If the state goes it alone it would have to fully fund its participation in the pre-FEED, pre-front-end engineering and design portion of the project, estimated at $104 million and $486 million for FEED, as well as fully funding its share of construction costs, some $12 billion (estimates by enalytica, the LB&A consultants) and at $108 million and $450 million, respectively for pre-FEED and FEED (estimates by the administration’s consultants, Black & Veatch) and an estimated $13.2 billion in construction costs.
If the project did not continue beyond pre-FEED, the state would owe TransCanada some $50-60 million for work done to that point, and if the project were abandoned after FEED, the state would owe TransCanada $150-400 million, with the variations — these are from enalytica estimates — based on whether the state allows TransCanada to carry all of its GTP and pipeline interest, or buys back 40 percent of that interest.
Both consultants have said that all numbers at this early stage of the project are certainly wrong, and are useful for showing direction.
Advantages of TransCanadaEstimates from enalytica show that state equity leads to higher government take on average, with the state taking a larger proportion than the producers combined, due to its dual role as equity participant and sovereign — the state would still collect corporate income taxes and property tax — and the fact that the state would not pay federal income tax. These estimates show the state taking up to 35 percent at high gas prices while the combined producer take would be less than 30 percent at the same gas price. That was for a 25 percent state equity share, and was higher than the state’s take at 20 percent. Compared to the state’s take in-value, i.e. without an equity stake, at high gas prices the state would take more — although it would take much less at low gas prices — but without state equity participation there might not be a project.
TransCanada’s share of the cash from the project ranges from 1-7 percent, based on enalytica modeling, varying dependent on price levels and the level of buyback which the state exercises. TransCanada’s cash share is lowest with buyback and at high gas prices.
Black & Veatch, the administration consultants, said the economic impact to the state of partnering with TransCanada include TransCanada investing 60-100 percent of the state’s upfront capital costs for the GTP and pipeline (the variable is buyback by the state of up to 40 percent).
Once the project is in operation, the state would pay TransCanada a negotiated tariff for 60-100 percent of the GTP and pipeline capacity used to move state gas, again dependent on whether the state exercises its buyback option.
Black & Veatch concluded that the economic impact to the state from TransCanada’s involvement would be a reduction of some $4 billion in total cash flows.
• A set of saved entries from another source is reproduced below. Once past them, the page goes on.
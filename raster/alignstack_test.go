package raster

import (
	"errors"
	"math"
	"os/exec"
	"path/filepath"
	"strings"
	"testing"

	"github.com/airbusgeo/godal"

	"bandfold/tiles/testenv"
)

// TestAlignStack stacks a 30 m band with a 15 m band over the same ground.
// Without AlignStack the stack is refused with both grids named; with
// AlignStack("average") the fine band reads as GDAL's own gdalwarp -tr 30
// 30 -r average makes it, to 1e-12.
func TestAlignStack(t *testing.T) {
	testenv.NeedTool(t, "gdalwarp", "gdal-bin") // for the reference resampling
	dir := t.TempDir()
	coarse := defaultRaster()
	coarse.w, coarse.h, coarse.bands, coarse.dtype = 20, 12, 1, godal.Float64
	coarse.gt = [6]float64{500000, 30, 0, 4600000, 0, -30}
	fine := coarse
	fine.w, fine.h = 40, 24
	fine.gt[1], fine.gt[5] = 15, -15
	fine.values = func(x, y, _ int) float64 {
		return math.Sin(0.37*float64(x)) + math.Cos(0.23*float64(y)) + 0.01*float64(x*y)
	}
	pc := coarse.write(t, filepath.Join(dir, "coarse.tif"))
	pf := fine.write(t, filepath.Join(dir, "fine.tif"))

	_, err := Open([]string{pc, pf})
	if !errors.Is(err, ErrGridMismatch) {
		t.Fatalf("mixed grids: got %v, want ErrGridMismatch", err)
	}
	for _, want := range []string{"fine.tif", "40x24 pixels of 15 x 15", "coarse.tif", "20x12 pixels of 30 x 30", `"WGS 84 / UTM zone 33N"`, "--align"} {
		if !strings.Contains(err.Error(), want) {
			t.Errorf("grid error %q does not say %q", err, want)
		}
	}

	ref := filepath.Join(dir, "fine-30m.tif")
	if out, err := exec.Command("gdalwarp", "-q", "-tr", "30", "30", "-r", "average", pf, ref).CombinedOutput(); err != nil {
		t.Fatalf("gdalwarp: %v: %s", err, out)
	}
	want, err := Open([]string{ref})
	if err != nil {
		t.Fatal(err)
	}
	s, err := Open([]string{pc, pf}, AlignStack("average"))
	if err != nil {
		t.Fatal(err)
	}
	if err := s.Grid.Compare(want.Grid); err != nil {
		t.Fatalf("gdalwarp's grid differs from the stack's: %v", err)
	}
	if len(s.Aligned) != 1 || s.Aligned[0] != pf || s.Bands[1].Path != pf || s.Bands[1].Name != "fine" {
		t.Errorf("aligned %v, band 2 %+v", s.Aligned, s.Bands[1])
	}
	got, valid, n := readAll(t, s)
	ref64, _, _ := readAll(t, want)
	if n != s.Width*s.Height {
		t.Errorf("%d valid pixels, want %d", n, s.Width*s.Height)
	}
	for i := range s.Width * s.Height {
		if w := ref64[i]; !valid[i] || math.Abs(got[2*i+1]-w) > 1e-12*max(1, math.Abs(w)) {
			t.Fatalf("pixel %d = %v (valid %v), gdalwarp gives %v", i, got[2*i+1], valid[i], w)
		}
		if got[2*i] != coarse.values(i%coarse.w, i/coarse.w, 0) {
			t.Fatalf("pixel %d of the first file = %v, want %v", i, got[2*i], coarse.values(i%coarse.w, i/coarse.w, 0))
		}
	}

	// Close releases the VRT; a subset shares it and releases nothing.
	vrt := s.sources[1]
	sub, err := s.Subset([]int{1})
	if err != nil {
		t.Fatal(err)
	}
	sub.Close()
	if _, err := openDataset(vrt); err != nil {
		t.Errorf("closing a subset released its parent's VRT: %v", err)
	}
	if err := s.Close(); err != nil {
		t.Fatal(err)
	}
	if _, err := openDataset(vrt); err == nil {
		t.Errorf("%s still opens after Close", vrt)
	}
	if err := s.Close(); err != nil {
		t.Errorf("second Close: %v", err)
	}
	if _, err := Open([]string{pc, pf}, AlignStack("wobbly")); !errors.Is(err, ErrBadSpec) {
		t.Errorf("bad resampling: got %v, want ErrBadSpec", err)
	}
}

// TestAlignStackNoDataOverride: a nodata value given with NoData keeps the
// warp from blending those pixels into their neighbours. The fine band is
// 0 (declared nodata by the caller only) in its western half and 100
// elsewhere, so a 30 m average is 100 wherever it is valid; without the
// override, the pixels on the edge would average 0 and 100 (known by
// construction).
func TestAlignStackNoDataOverride(t *testing.T) {
	dir := t.TempDir()
	coarse := defaultRaster()
	coarse.w, coarse.h, coarse.bands = 10, 4, 1
	coarse.gt = [6]float64{500000, 30, 0, 4600000, 0, -30}
	coarse.values = func(x, y, _ int) float64 { return 1 }
	fine := coarse
	fine.w, fine.h = 20, 8
	fine.gt[1], fine.gt[5] = 15, -15
	fine.values = func(x, y, _ int) float64 {
		if x < 9 { // fine column 9 shares coarse column 4 with column 8
			return 0
		}
		return 100
	}
	pc := coarse.write(t, filepath.Join(dir, "coarse.tif"))
	pf := fine.write(t, filepath.Join(dir, "fine.tif"))
	s, err := Open([]string{pc, pf}, AlignStack("average"), NoData([]float64{0}))
	if err != nil {
		t.Fatal(err)
	}
	defer s.Close()
	got, valid, _ := readAll(t, s)
	for i := range s.Width * s.Height {
		x := i % s.Width
		switch {
		case x < 4 && valid[i]:
			t.Errorf("pixel %d (column %d) is valid: %v", i, x, got[2*i+1])
		case x >= 4 && (!valid[i] || got[2*i+1] != 100):
			t.Errorf("pixel %d (column %d) = %v (valid %v), want 100", i, x, got[2*i+1], valid[i])
		}
	}
}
But the firm said the net present value impact would be marginal because upfront money carries more weight than cash flow over 25 years of operation.
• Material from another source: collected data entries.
package raster

/*
#include <stdlib.h>
#include <cpl_conv.h>
#include <cpl_error.h>
#include <gdal.h>

// bandfoldSetClasses gives band b a thematic raster attribute table of n
// rows (value, name, red, green, blue, alpha; rgba holds 4 values a row)
// and, when categories is not NULL, GDAL category names, with errors kept
// off stderr. On failure *msg holds GDAL's message (free it with VSIFree).
static int bandfoldSetClasses(GDALRasterBandH b, int n, const int *values, char **names, const int *rgba, char **categories, char **msg) {
	static const char *colours[4] = {"red", "green", "blue", "alpha"};
	static const GDALRATFieldUsage usages[4] = {GFU_Red, GFU_Green, GFU_Blue, GFU_Alpha};
	CPLPushErrorHandler(CPLQuietErrorHandler);
	CPLErrorReset();
	GDALRasterAttributeTableH rat = GDALCreateRasterAttributeTable();
	CPLErr err = GDALRATCreateColumn(rat, "value", GFT_Integer, GFU_MinMax);
	if (err == CE_None) err = GDALRATCreateColumn(rat, "name", GFT_String, GFU_Name);
	for (int c = 0; c < 4 && err == CE_None; c++) err = GDALRATCreateColumn(rat, colours[c], GFT_Integer, usages[c]);
	if (err == CE_None) err = GDALRATSetTableType(rat, GRTT_THEMATIC);
	GDALRATSetRowCount(rat, n);
	for (int i = 0; i < n && err == CE_None; i++) {
		GDALRATSetValueAsInt(rat, i, 0, values[i]);
		GDALRATSetValueAsString(rat, i, 1, names[i]);
		for (int c = 0; c < 4; c++) GDALRATSetValueAsInt(rat, i, 2 + c, rgba[4 * i + c]);
	}
	if (err == CE_None) err = GDALSetDefaultRAT(b, rat);
	GDALDestroyRasterAttributeTable(rat);
	if (err == CE_None && categories != NULL) err = GDALSetRasterCategoryNames(b, categories);
	if (err != CE_None) *msg = CPLStrdup(CPLGetLastErrorMsg());
	CPLPopErrorHandler();
	return err;
}

// bandfoldClassColumns finds the columns of rat holding a class's value,
// name and colour (by their usage; -1 where missing), in cols[0..5].
static void bandfoldClassColumns(GDALRasterAttributeTableH rat, int *cols) {
	static const GDALRATFieldUsage usages[6] = {GFU_MinMax, GFU_Name, GFU_Red, GFU_Green, GFU_Blue, GFU_Alpha};
	for (int c = 0; c < 6; c++) cols[c] = GDALRATGetColOfUsage(rat, usages[c]);
}
*/
import "C"

import (
	"fmt"
	"image/color"
	"unsafe"

	"github.com/airbusgeo/godal"
)

// Class names and colours one value of a class raster (change, no change,
// nodata; a step's classes; a date).
type Class struct {
	Value int
	Name  string
	// Colour shows the class; an alpha of 0 makes it transparent, as
	// nodata usually is.
	Colour color.RGBA
}

// maxCategory is the largest value given a GDAL category name: category
// names are a list indexed by value, fit for small class codes only.
const maxCategory = 255

// setClasses styles band b with classes (see Spec.Classes): a raster
// attribute table, category names when every value is a small code, and
// a colour table when palette is set.
func setClasses(b godal.Band, classes []Class, palette bool) error {
	n := len(classes)
	if n == 0 {
		return nil
	}
	values := make([]C.int, n)
	rgba := make([]C.int, 4*n)
	names := newCStrings(n)
	defer names.free()
	small := true
	for i, c := range classes {
		values[i] = C.int(c.Value)
		names.set(i, c.Name)
		for j, v := range []uint8{c.Colour.R, c.Colour.G, c.Colour.B, c.Colour.A} {
			rgba[4*i+j] = C.int(v)
		}
		small = small && c.Value >= 0 && c.Value <= maxCategory
	}
	var categories **C.char
	if small {
		top := 0
		for _, c := range classes {
			top = max(top, c.Value)
		}
		cats := newCStrings(top + 1)
		defer cats.free()
		for _, c := range classes {
			cats.set(c.Value, c.Name)
		}
		categories = cats.list()
	}
	var msg *C.char
	if C.bandfoldSetClasses(bandHandle(b), C.int(n), &values[0], names.list(), &rgba[0], categories, &msg) != C.CE_None {
		text := C.GoString(msg)
		C.VSIFree(unsafe.Pointer(msg))
		return fmt.Errorf("class names: %s", firstLine(text))
	}
	if !palette {
		return nil
	}
	return b.SetColorTable(godal.ColorTable{PaletteInterp: godal.RGBPalette, Entries: colourTable(classes)}, errLogger)
}

// ReadClasses returns the classes of each band of the raster at path, as
// its raster attribute tables give them (nil for a band without one; an
// alpha of 255 where the table has no alpha column).
func ReadClasses(path string) ([][]Class, error) {
	ds, err := openWithAux(path)
	if err != nil {
		return nil, err
	}
	defer ds.Close(errLogger)
	var out [][]Class
	for _, b := range ds.Bands() {
		out = append(out, bandClasses(b))
	}
	return out, nil
}

// bandClasses reads the classes of band b's raster attribute table.
func bandClasses(b godal.Band) []Class {
	rat := C.GDALGetDefaultRAT(bandHandle(b))
	if rat == nil {
		return nil
	}
	var cols [6]C.int
	C.bandfoldClassColumns(rat, &cols[0])
	get := func(row, col C.int, missing int) int {
		if col < 0 {
			return missing
		}
		return int(C.GDALRATGetValueAsInt(rat, row, col))
	}
	var out []Class
	for row := range C.GDALRATGetRowCount(rat) {
		c := Class{Value: get(row, cols[0], 0)}
		if cols[1] >= 0 {
			c.Name = C.GoString(C.GDALRATGetValueAsString(rat, row, cols[1]))
		}
		c.Colour = color.RGBA{uint8(get(row, cols[2], 0)), uint8(get(row, cols[3], 0)), uint8(get(row, cols[4], 0)), uint8(get(row, cols[5], 255))}
		out = append(out, c)
	}
	return out
}

// colourTable returns the 256 entries of a Byte band's colour table:
// each class's colour at its value, transparent black elsewhere.
func colourTable(classes []Class) [][4]int16 {
	ct := make([][4]int16, 256)
	for _, c := range classes {
		if c.Value >= 0 && c.Value < len(ct) {
			ct[c.Value] = [4]int16{int16(c.Colour.R), int16(c.Colour.G), int16(c.Colour.B), int16(c.Colour.A)}
		}
	}
	return ct
}

// checkClasses panics on classes that name a value twice: a programmer's
// mistake.
func checkClasses(classes []Class) {
	seen := map[int]bool{}
	for _, c := range classes {
		if seen[c.Value] {
			panic(fmt.Sprintf("raster: class value %d named twice", c.Value))
		}
		seen[c.Value] = true
	}
}

// cStrings is a NULL-terminated C array of C strings ("" where unset).
type cStrings []*C.char

func newCStrings(n int) cStrings { return make(cStrings, n+1) }

func (s cStrings) set(i int, v string) {
	if s[i] != nil {
		C.free(unsafe.Pointer(s[i]))
	}
	s[i] = C.CString(v)
}

// list fills the unset entries with "" and returns the C array. Its
// memory is Go's: GDAL copies what it keeps.
func (s cStrings) list() **C.char {
	for i := range s[:len(s)-1] {
		if s[i] == nil {
			s[i] = C.CString("")
		}
	}
	return &s[0]
}

func (s cStrings) free() {
	for _, p := range s {
		if p != nil {
			C.free(unsafe.Pointer(p))
		}
	}
}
Black & Veatch said TransCanada could reduce the state’s investment in the project by $4-7 billion (depending on buyback), said the state might hit debt limits going it alone and also noted TransCanada’s value as a partner, citing experience, keeping momentum going and the pipeline company’s bias toward expansion of the project, something it shares with the state.
TransCanada has committed to a tariff for state gas based on financing, and a change in TransCanada’s ability to get financing could lower its return on equity and net present value, Black & Veatch said.